▶ **PROBLEM**
How many lines in these records include the string "sendMail"? Reply with that number alone.

-- Opening Marker --

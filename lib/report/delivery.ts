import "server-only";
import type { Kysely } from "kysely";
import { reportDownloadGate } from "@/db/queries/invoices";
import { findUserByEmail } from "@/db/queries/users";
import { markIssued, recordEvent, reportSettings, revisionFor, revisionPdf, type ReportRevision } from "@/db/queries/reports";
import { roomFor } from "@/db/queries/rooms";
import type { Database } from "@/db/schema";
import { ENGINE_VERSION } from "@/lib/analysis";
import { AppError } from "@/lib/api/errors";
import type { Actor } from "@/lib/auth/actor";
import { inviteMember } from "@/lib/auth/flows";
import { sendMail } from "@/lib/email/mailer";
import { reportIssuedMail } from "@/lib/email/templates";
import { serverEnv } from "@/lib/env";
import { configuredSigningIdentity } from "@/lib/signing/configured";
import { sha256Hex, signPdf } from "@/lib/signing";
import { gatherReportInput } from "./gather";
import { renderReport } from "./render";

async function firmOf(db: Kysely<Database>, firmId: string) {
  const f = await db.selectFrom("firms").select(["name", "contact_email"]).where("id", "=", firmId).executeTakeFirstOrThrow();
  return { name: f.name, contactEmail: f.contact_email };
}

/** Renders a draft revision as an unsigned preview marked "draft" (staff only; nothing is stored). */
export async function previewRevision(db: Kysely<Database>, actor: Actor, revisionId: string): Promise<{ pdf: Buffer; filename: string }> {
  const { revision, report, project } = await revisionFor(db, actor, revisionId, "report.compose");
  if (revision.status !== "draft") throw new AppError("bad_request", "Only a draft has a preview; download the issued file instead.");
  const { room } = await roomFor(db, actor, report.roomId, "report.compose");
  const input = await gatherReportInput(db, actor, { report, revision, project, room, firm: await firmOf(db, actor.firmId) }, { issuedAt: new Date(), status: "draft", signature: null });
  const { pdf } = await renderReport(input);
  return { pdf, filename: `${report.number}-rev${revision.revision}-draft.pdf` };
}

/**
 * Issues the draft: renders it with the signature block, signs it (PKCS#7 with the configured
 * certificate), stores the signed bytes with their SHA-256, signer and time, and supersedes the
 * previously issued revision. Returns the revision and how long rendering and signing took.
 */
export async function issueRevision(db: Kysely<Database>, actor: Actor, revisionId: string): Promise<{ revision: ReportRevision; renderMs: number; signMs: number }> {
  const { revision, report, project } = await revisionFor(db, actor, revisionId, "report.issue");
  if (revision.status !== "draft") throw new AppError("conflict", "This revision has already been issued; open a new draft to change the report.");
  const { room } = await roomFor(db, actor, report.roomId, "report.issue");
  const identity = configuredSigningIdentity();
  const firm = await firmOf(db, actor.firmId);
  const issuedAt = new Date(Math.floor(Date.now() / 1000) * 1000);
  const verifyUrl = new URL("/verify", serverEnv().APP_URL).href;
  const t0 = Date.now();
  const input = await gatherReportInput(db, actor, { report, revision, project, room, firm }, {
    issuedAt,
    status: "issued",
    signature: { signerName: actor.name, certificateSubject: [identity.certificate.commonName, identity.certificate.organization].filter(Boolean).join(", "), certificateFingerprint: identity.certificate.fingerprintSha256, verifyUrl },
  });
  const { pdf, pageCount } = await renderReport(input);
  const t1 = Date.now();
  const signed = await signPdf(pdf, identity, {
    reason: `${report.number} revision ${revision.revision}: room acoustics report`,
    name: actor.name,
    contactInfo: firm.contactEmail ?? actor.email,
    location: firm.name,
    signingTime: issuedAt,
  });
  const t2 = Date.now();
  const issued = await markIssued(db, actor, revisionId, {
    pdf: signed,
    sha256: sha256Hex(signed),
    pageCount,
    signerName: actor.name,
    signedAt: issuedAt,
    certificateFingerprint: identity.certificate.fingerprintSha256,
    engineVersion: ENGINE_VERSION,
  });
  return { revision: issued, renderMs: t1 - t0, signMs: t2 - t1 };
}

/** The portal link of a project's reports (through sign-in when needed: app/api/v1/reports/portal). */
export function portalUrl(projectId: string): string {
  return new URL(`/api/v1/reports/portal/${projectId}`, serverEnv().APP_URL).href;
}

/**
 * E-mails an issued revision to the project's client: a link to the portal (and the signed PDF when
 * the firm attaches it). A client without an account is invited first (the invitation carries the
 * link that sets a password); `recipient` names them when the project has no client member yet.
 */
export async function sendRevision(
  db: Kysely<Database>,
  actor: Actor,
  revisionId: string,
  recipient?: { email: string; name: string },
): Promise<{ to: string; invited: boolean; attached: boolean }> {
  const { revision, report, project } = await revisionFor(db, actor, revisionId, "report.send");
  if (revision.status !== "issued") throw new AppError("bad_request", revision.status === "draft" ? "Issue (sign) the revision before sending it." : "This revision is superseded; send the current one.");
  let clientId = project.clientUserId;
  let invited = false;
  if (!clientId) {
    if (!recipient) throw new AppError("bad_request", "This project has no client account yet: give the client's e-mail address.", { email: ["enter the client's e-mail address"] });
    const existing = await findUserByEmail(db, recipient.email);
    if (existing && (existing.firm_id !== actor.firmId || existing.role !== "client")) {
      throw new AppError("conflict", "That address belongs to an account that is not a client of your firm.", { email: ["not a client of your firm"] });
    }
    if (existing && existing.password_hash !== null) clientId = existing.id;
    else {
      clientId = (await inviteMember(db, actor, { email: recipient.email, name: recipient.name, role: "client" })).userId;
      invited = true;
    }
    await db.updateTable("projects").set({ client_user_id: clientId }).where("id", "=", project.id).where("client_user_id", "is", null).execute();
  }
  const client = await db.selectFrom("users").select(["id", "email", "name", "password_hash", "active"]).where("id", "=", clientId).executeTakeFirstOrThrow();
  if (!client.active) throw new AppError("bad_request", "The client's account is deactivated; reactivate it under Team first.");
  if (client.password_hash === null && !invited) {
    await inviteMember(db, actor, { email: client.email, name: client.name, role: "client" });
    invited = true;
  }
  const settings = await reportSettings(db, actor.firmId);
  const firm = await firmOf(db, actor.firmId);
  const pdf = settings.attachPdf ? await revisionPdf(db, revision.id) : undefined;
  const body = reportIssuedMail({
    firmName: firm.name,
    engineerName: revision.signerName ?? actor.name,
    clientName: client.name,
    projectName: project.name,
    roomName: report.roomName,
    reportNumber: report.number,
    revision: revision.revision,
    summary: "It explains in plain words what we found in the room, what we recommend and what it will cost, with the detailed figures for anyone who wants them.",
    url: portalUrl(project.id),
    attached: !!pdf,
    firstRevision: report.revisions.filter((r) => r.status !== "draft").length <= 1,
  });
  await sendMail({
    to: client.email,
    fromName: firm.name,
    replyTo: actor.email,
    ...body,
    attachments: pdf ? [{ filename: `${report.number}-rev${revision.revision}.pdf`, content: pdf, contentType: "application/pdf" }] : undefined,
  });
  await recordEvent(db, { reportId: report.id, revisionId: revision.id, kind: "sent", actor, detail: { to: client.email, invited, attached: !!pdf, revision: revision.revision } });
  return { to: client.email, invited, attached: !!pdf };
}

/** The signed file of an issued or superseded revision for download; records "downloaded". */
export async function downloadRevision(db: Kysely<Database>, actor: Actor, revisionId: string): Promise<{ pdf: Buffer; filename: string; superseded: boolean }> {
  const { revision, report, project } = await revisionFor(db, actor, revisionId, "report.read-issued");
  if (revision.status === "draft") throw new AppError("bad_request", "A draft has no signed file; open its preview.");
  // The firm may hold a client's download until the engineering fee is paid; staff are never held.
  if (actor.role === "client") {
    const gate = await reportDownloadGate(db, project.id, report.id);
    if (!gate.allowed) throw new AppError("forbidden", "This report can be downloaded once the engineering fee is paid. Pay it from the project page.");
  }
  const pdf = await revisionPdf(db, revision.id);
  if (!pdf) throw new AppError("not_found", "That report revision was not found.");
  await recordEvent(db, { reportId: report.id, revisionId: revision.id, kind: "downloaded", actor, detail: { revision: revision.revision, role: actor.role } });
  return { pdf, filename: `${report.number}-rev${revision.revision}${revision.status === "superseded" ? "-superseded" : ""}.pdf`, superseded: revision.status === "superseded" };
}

-- Closing Marker --

▶ **EXERCISE RESULT**
2